Metalorganic chemical vapor deposition of α-Ga2O3 and α-(AlxGa1−x)2O3 thin films on m-plane sapphire substrates

Single α-phase (AlxGa1−x)2O3 thin films are grown on m-plane sapphire (α-Al2O3) substrates via metalorganic chemical vapor deposition. By systematically tuning the growth parameters including the precursor molar flow rates, chamber pressure, and growth temperature, the epitaxial growth of high-quality phase pure α-(AlxGa1−x)2O3 films (0 ≤ x ≤ 1) is demonstrated with smooth surface morphologies and alloy homogeneities by comprehensive material characterization.

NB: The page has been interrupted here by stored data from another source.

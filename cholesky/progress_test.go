package cholesky

import (
	"context"
	"errors"
	"math"
	"testing"
	"time"

	"github.com/kchol/kchol/kernels"
)

func TestProgressReportsEveryPhaseInOrder(t *testing.T) {
	points := uniformPoints(5000, 2, 3)
	k := kernels.Stationary{Family: kernels.Matern32, Dimension: 2, LengthScale: 0.1}
	var seen []Progress
	f, err := New(context.Background(), points, 2, k, &Settings{Progress: func(p Progress) { seen = append(seen, p) }})
	if err != nil {
		t.Fatal(err)
	}
	phase, done := PhaseOrdering, int64(-1)
	var factorCalls int
	for _, p := range seen {
		switch {
		case p.Phase < phase:
			t.Fatalf("phase %v reported after %v", p.Phase, phase)
		case p.Phase > phase:
			if p.Done != 0 {
				t.Fatalf("phase %v starts at %d, want 0", p.Phase, p.Done)
			}
			phase, done = p.Phase, 0
		case p.Done < done:
			t.Fatalf("phase %v went back from %d to %d", p.Phase, done, p.Done)
		}
		done = p.Done
		if p.Phase == PhaseFactor {
			factorCalls++
			if p.Total != int64(f.N()) {
				t.Fatalf("factor total %d, want N = %d", p.Total, f.N())
			}
		}
	}
	if last := seen[len(seen)-1]; last.Phase != PhaseFactor || last.Done != last.Total {
		t.Errorf("last report %+v, want the factor phase complete", last)
	}
	if factorCalls < 3 {
		t.Errorf("only %d factor reports", factorCalls)
	}
}

func TestMaxMemoryRefuses(t *testing.T) {
	points := uniformPoints(3000, 2, 3)
	k := kernels.Stationary{Family: kernels.Matern32, Dimension: 2, LengthScale: 0.1}
	f, err := New(context.Background(), points, 2, k, &Settings{Neighbors: 20})
	if err != nil {
		t.Fatal(err)
	}
	// The estimate must cover at least the values and row indices actually stored.
	if floor := int64(8*f.NNZ() + 4*f.StoredRows()); f.MemoryEstimate() < floor {
		t.Errorf("estimate %d below the stored arrays' %d bytes", f.MemoryEstimate(), floor)
	}
	_, err = New(context.Background(), points, 2, k, &Settings{Neighbors: 20, MaxMemory: f.MemoryEstimate() - 1})
	var memErr *MemoryError
	if !errors.As(err, &memErr) || memErr.Estimate != f.MemoryEstimate() {
		t.Fatalf("err = %v, want a MemoryError with the estimate %d", err, f.MemoryEstimate())
	}
	if _, err := New(context.Background(), points, 2, k, &Settings{Neighbors: 20, MaxMemory: f.MemoryEstimate()}); err != nil {
		t.Errorf("at the estimate: %v", err)
	}
}

func TestFlopsAndPotrfRate(t *testing.T) {
	points := uniformPoints(2000, 2, 3)
	k := kernels.Stationary{Family: kernels.Matern32, Dimension: 2, LengthScale: 0.1}
	f, err := New(context.Background(), points, 2, k, &Settings{Neighbors: 10, Lambda: 1})
	if err != nil {
		t.Fatal(err)
	}
	// Without aggregation each column of m rows costs m³/3 + m² (by the definition in Flops).
	var want float64
	for j := range f.N() {
		m := float64(f.colStart[j+1] - f.colStart[j])
		want += m*m*m/3 + m*m
	}
	if got := f.Flops(); math.Abs(got-want) > 1e-9*want {
		t.Errorf("Flops = %g, want %g", got, want)
	}
	count, mean, median := f.SupernodeStats()
	if count != f.N() || mean != 1 || median != 11 {
		t.Errorf("stats %d %g %d, want N supernodes of one member and 11 rows", count, mean, median)
	}
	if rate := MeasurePotrf(40, time.Millisecond); !(rate > 0) || math.IsInf(rate, 0) {
		t.Errorf("Potrf rate %v", rate)
	}
}

func TestProgressDropsLateReports(t *testing.T) {
	// Two workers can hand in their reports out of order; the callback must never see Done
	// go back within a phase, while a new phase starts again from 0.
	var seen []Progress
	report := Settings{Progress: func(p Progress) { seen = append(seen, p) }}.progress()
	for _, p := range []Progress{{PhaseFactor, 0, 9}, {PhaseFactor, 5, 9}, {PhaseFactor, 3, 9}, {PhaseFactor, 9, 9}} {
		report(p)
	}
	want := []Progress{{PhaseFactor, 0, 9}, {PhaseFactor, 5, 9}, {PhaseFactor, 9, 9}}
	if len(seen) != len(want) {
		t.Fatalf("callback saw %v, want %v", seen, want)
	}
	for i := range want {
		if seen[i] != want[i] {
			t.Fatalf("callback saw %v, want %v", seen, want)
		}
	}
	seen = nil
	report = Settings{Progress: func(p Progress) { seen = append(seen, p) }}.progress()
	report(Progress{PhaseOrdering, 1, 1})
	report(Progress{PhasePattern, 0, 1})
	if len(seen) != 2 {
		t.Errorf("a new phase starting at 0 was dropped: %v", seen)
	}
}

The asymmetrical reciprocal space mapping reveals fully relaxed films for α-(AlxGa1−x)2O3 films with x ≤ 0.5. The coherent growth of α-(AlxGa1−x)2O3/α-Al2O3 superlattice structures is demonstrated with abrupt interfaces and uniform Al distribution for higher Al compositions at x = 0.78 in the α-(AlxGa1−x)2O3 layer. The influence of growth parameters, such as growth temperature and chamber pressure, on the phase stabilization and Al incorporation in the α-(AlxGa1−x)2O3 films is investigated. While lower growth temperatures facilitate the phase stabilization of α-Ga2O3 thin films, lower chamber pressure leads to higher Al incorporation in α-(AlxGa1−x)2O3 films. High resolution x-ray photoelectron spectroscopy was utilized for determining the Al compositions and bandgaps of α-(AlxGa1−x)2O3. Furthermore, the evolution of the valance and conduction band offsets at α-Al2O3/α-(AlxGa1−x)2O3 heterojunctions is evaluated with the variation of Al compositions, which reveals the formation of type-I (straddling) band alignment between α-Al2O3 and α-(AlxGa1−x)2O3.